● **Task prompt**: Once every line containing "study" has been counted, report the total for the data and nothing else.

Stored data:
----
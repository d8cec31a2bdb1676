import type { ColumnChoice } from '#core/csv/columns.ts';
import { COLUMN_FIELDS, recognise, type ColumnField } from '#core/csv/headings.ts';
import { MAX_COLUMNS, MAX_ROWS } from '#core/csv/limits.ts';
import { listFields, listOf } from './list.ts';
import { z } from './zod.ts';

/** A column of an uploaded file and what it is read as. */
export const UploadColumn = z
  .object({
    index: z.int().meta({ description: 'Place in the file, from 0' }),
    heading: z.string(),
    field: z.enum(COLUMN_FIELDS),
    unit: z.string().nullable().meta({ description: 'Elevation: m or ft. A criterion: its unit, or empty' }),
    criterion: z.string().nullable().meta({ description: 'Name of the entered criterion that it fills' }),
    criterionId: z.uuid().nullable().meta({ description: 'Null for a criterion that the commit will make' }),
    kind: z.enum(['number', 'rating', 'text']).nullable(),
    part: z
      .enum(['likely', 'low', 'high'])
      .nullable()
      .meta({ description: 'Which part of the criterion’s figure: x, x_low or x_high' }),
  })
  .meta({ id: 'UploadColumn' });

export const UploadReason = z
  .object({
    code: z.string(),
    severity: z.enum(['refusal', 'warning', 'change', 'note']),
    message: z.string(),
    field: z.string().nullable().meta({ description: 'A site’s key, a criterion’s name, or null: the row' }),
  })
  .meta({ id: 'UploadReason' });

/** A site as a row gives it: what could not be read is null. */
const ReadSite = z.object({
  code: z.string().nullable(),
  name: z.string(),
  latitudeDeg: z.number().nullable(),
  longitudeDeg: z.number().nullable(),
  elevationM: z.number().nullable(),
  permittedAzimuthsDeg: z
    .array(z.tuple([z.number(), z.number()]).readonly())
    .readonly()
    .nullable(),
  notes: z.string(),
  values: z
    .record(z.string(), z.union([z.number(), z.string()]))
    .meta({ description: 'Figures by criterion name' }),
  particulars: z
    .record(z.string(), z.object({ low: z.number().optional(), high: z.number().optional() }))
    .meta({ description: 'Low and high of those figures, by criterion name' }),
});

export const UploadRow = z
  .object({
    line: z.int().meta({ description: 'Physical line in the file, from 1, the heading included' }),
    outcome: z.enum(['new', 'duplicate', 'refused']),
    reasons: z.array(UploadReason).readonly(),
    site: ReadSite,
    duplicateOf: z.uuid().nullable().meta({ description: 'The study’s site that a duplicate is of' }),
  })
  .meta({ id: 'UploadRow' });

/** What a file came to; nothing is written to the sites yet. */
export const UploadPreview = z
  .object({
    uploadId: z.uuid(),
    fileName: z.string(),
    encoding: z.string(),
    delimiter: z.string(),
    decimalComma: z.boolean(),
    columns: z.array(UploadColumn).readonly(),
    counts: z.object({ new: z.int(), duplicate: z.int(), refused: z.int() }),
    rows: z.array(UploadRow),
  })
  .meta({ id: 'UploadPreview' });
export type UploadPreview = z.infer<typeof UploadPreview>;

/** A field by its key, or by any heading that is recognised as it: `latitude` and `lat` are `latitudeDeg`. */
const Field = z.string().transform((text, ctx): ColumnField => {
  const known = COLUMN_FIELDS.find((field) => field === text) ?? recognise(text)?.field;
  if (known !== undefined) return known;
  ctx.addIssue({ code: 'custom', message: `“${text}” is none of ${COLUMN_FIELDS.join(', ')}.` });
  return z.NEVER;
});

const ByPlace = z
  .array(z.object({ index: z.int().min(0), field: Field }))
  .max(MAX_COLUMNS)
  .transform((choices): ColumnChoice[] => choices.map(({ index, field }) => ({ column: index, field })));
const ByHeading = z
  .record(z.string(), Field)
  .transform((choices): ColumnChoice[] =>
    Object.entries(choices).map(([column, field]) => ({ column, field })),
  );

function fromJson(text: string, ctx: z.core.$RefinementCtx): unknown {
  try {
    return JSON.parse(text);
  } catch {
    ctx.addIssue({ code: 'custom', message: 'This is not JSON.' });
    return z.NEVER;
  }
}

const DELIMITER_NAMES: Readonly<Record<string, ',' | ';' | '\t'>> = {
  ',': ',',
  ';': ';',
  '\t': '\t',
  comma: ',',
  semicolon: ';',
  tab: '\t',
};
const ENCODING_NAMES: Readonly<Record<string, 'utf-8' | 'utf-16le' | 'utf-16be' | 'windows-1252'>> = {
  'utf-8': 'utf-8',
  utf8: 'utf-8',
  'utf-16le': 'utf-16le',
  'utf-16': 'utf-16le',
  'utf-16be': 'utf-16be',
  'windows-1252': 'windows-1252',
  cp1252: 'windows-1252',
};

function oneOf<T>(names: Readonly<Record<string, T>>) {
  return z.string().transform((text, ctx): T => {
    const found = Object.entries(names).find(([name]) => name === text.toLowerCase())?.[1];
    if (found !== undefined) return found;
    ctx.addIssue({
      code: 'custom',
      message: `“${text}” is none of ${Object.keys(names).join(', ').replace('\t', '\\t')}.`,
    });
    return z.NEVER;
  });
}

/**
 * What may be posted beside the file to change what was recognised: `columns` as JSON, either
 * `[{ "index": 2, "field": "latitudeDeg" }]` or `{ "breite": "latitudeDeg" }`.
 */
export const UploadOptions = z
  .object({
    columns: z
      .string()
      .transform(fromJson)
      .pipe(z.union([ByPlace, ByHeading]))
      .optional(),
    delimiter: oneOf(DELIMITER_NAMES).optional(),
    encoding: oneOf(ENCODING_NAMES).optional(),
  })
  .meta({ id: 'UploadOptions' });
export type UploadOptions = z.output<typeof UploadOptions>;

/** What of a preview to write. */
export const UploadCommit = z
  .strictObject({
    lines: z
      .union([z.literal('accepted'), z.array(z.int().min(1)).min(1, 'Name the lines to add.').max(MAX_ROWS)])
      .meta({ description: 'Every row that is not refused, or the rows that begin on these lines' }),
    duplicates: z
      .enum(['update', 'skip', 'add'])
      .default('skip')
      .meta({ description: 'Update the study’s site, leave it, or add the row under a fresh code and name' }),
  })
  .meta({ id: 'UploadCommit' });
export type UploadCommit = z.output<typeof UploadCommit>;

const saved = { revision: z.int(), savedAt: z.iso.datetime() };

export const UploadCommitted = z
  .object({
    uploadId: z.uuid(),
    added: z.int(),
    updated: z.int(),
    skipped: z.int().meta({ description: 'Duplicates that were left, and updates that changed nothing' }),
    sites: z.array(z.object({ line: z.int(), siteId: z.uuid(), action: z.enum(['add', 'change']) })),
    ...saved,
  })
  .meta({ id: 'UploadCommitted' });
export type UploadCommitted = z.infer<typeof UploadCommitted>;

export const UploadUndone = z
  .object({ uploadId: z.uuid(), removed: z.int(), restored: z.int(), ...saved })
  .meta({ id: 'UploadUndone' });
export type UploadUndone = z.infer<typeof UploadUndone>;

/** An upload as the list has it. */
export const UploadSummary = z
  .object({
    uploadId: z.uuid(),
    fileName: z.string(),
    byteLength: z.int(),
    sha256: z.string(),
    state: z.enum(['read', 'committed', 'undone']),
    added: z.int(),
    updated: z.int(),
    by: z.string(),
    createdAt: z.iso.datetime(),
    committedAt: z.iso.datetime().nullable(),
    undoneAt: z.iso.datetime().nullable(),
  })
  .meta({ id: 'UploadSummary' });
export type UploadSummary = z.infer<typeof UploadSummary>;

export const UploadListQuery = z.object(listFields);
export const UploadList = listOf(UploadSummary);
export type UploadList = z.infer<typeof UploadList>;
----
● **Answer to the problem**: 2